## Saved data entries
>>>

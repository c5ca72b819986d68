import { defaultRoute, emptyRecipe, parentNamed, planRecipe, purityTable } from '../../src/blending/index.ts';
import type { Recipe } from '../../src/blending/index.ts';
import type { Benchmark } from './benchmark.ts';

const gases = [['CO2', '1.8 %'], ['C3H8', '0.5 %'], ['C2H6', '4 %'], ['N2', '8 %'], ['O2', '0.2 %'], ['CH4', 'balance']] as const;

/** Six components from six parents into an aluminium cylinder, as an order is typed. */
function recipe(fillPressure: string): Recipe {
  return {
    ...emptyRecipe,
    order: {
      components: gases.map(([gas, amount]) => ({ gas, amount, tolerance: '2 %' })),
      fillPressure: { typed: fillPressure, reference: 'gauge' },
      fillTemperature: '20 °C',
    },
    cylinder: {
      ...emptyRecipe.cylinder,
      waterCapacity: '10 L',
      workingPressure: { typed: '166 bar', reference: 'gauge' },
      testPressure: { typed: '250 bar', reference: 'gauge' },
      contents: { ...emptyRecipe.cylinder.contents, state: 'evacuated', pressure: { typed: '0.01 mbar', reference: 'absolute' } },
    },
    parents: gases.map(([gas]) => parentNamed(gas, gas, { composition: purityTable([{ gas, amount: '100 %' }]) })),
    gauges: [{ key: 'g1', name: 'G1', unit: 'bar', reference: 'gauge', fullScale: '250 bar', accuracy: '0.05 %', accuracyOf: 'span', resolution: '0.01 bar', calibrated: '' }],
    route: { ...defaultRoute, by: 'pressure and mass' },
  };
}

export const planBenchmarks: readonly Benchmark[] = [
  {
    name: 'whole plan, 6 components, 6 steps',
    aim: '3 ms',
    unit: 'ms',
    run: (iterations) => {
      let checksum = 0;
      for (let k = 0; k < iterations; k++) {
        const plan = planRecipe(recipe(`${String(60 + (k % 40))} bar`));
        checksum += plan.ok ? plan.value.finished.total : Number.NaN;
      }
      return checksum;
    },
  },
];
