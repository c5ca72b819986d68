import { loadRest } from '../../src/blending/index.ts';
import { measure } from './benchmark.ts';
import type { Benchmark, Measurement } from './benchmark.ts';
import { orderBenchmarks } from './order.ts';
import { phaseBenchmarks } from './phase.ts';
import { planBenchmarks } from './plan.ts';
import { thermoBenchmarks } from './thermo.ts';

/** Everything measured, in the order printed. */
const benchmarks: readonly Benchmark[] = [...thermoBenchmarks, ...phaseBenchmarks, ...planBenchmarks, ...orderBenchmarks];

/** Runs all measurements in the engine this is loaded into; called by the bench script in Node and in the browser. */
export async function measureAll(): Promise<Measurement[]> {
  await loadRest();
  return benchmarks.map(measure);
}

<<<

## Action item
Your reply must consist of one number, the count of lines in the entries that hold "index".

## Answer to the exercise
3